Within two minutes he had reached the tree. Its trunk was no thicker than his wrist and curved upward toward the sky. He placed a hand on the spiny bark and pulled. It bent easily, its roots tearing within the split in the rock. Another yank snapped more of the plentiful but slim fibers and the tree came loose. He dropped it to the beach and carefully made his way back down.
The trunk and its green branches were long enough to cover the stern of the inflatable. Shaw draped it over the outboard. Moderate camouflage at best. Once the leaves dried and curled, the tree would barely disguise the boat at all. But it needed to serve for only a day or two. After that, Shaw would either have sailed away, be in jail, or be in the morgue.

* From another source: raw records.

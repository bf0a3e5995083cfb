//! Outlines in the plane: analytic boundary pieces, booleans, offset, rounding, measures.
//!
//! Enters: curves. Leaves: an [`Outline`] of closed loops with the material on the left. The
//! boundaries stay what they are, lines, arcs, ellipses, Bézier curves and parallels of these,
//! through every step; polylines are made only for those who ask for them.
//! This room knows no physics.

mod arrange;
mod bezier;
mod boolean;
mod check;
mod error;
mod fillet;
mod grow;
mod measure;
mod meet;
mod narrow;
mod outline;
mod overlay;
mod piece;
mod piece_cut;
mod piece_measure;
mod point;
mod polygon;
mod polylines;
mod primitives;
mod similarity;
mod spline;
mod symmetry;
mod tidy;
mod wedges;

pub use boolean::Operation;
pub use error::{GeometryError, Remark};
pub use narrow::{Gap, Narrowest};
pub use outline::{Corner, Loop, Outline};
pub use piece::Piece;
pub use point::{Box2, Point, pt};
pub use similarity::Similarity;
pub use symmetry::Symmetry;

He placed the ruck and the other gear inside the upturned boat. The ruck contained all the essentials for a brief voyage. Clothes and rain gear and food and water bottles and his SIG pistol with a spare clip. So long as the weather held, the Zodiac could carry him to any of the nearby islands or the mainland.
The breeze had shifted. The anchored speedboat’s bow pointed northwest now. Shaw walked a hundred yards upwind and sat to pull on the swim fins. He hadn’t bothered to bring a mask. This would be a quick sprint on the surface. A mask and snorkel would only slow him down.
He waded in. The water hadn’t gotten any warmer since he’d come ashore. Rather than dwell on the cold seeping between the wet suit and his skin, Shaw dove into the sea and began to swim.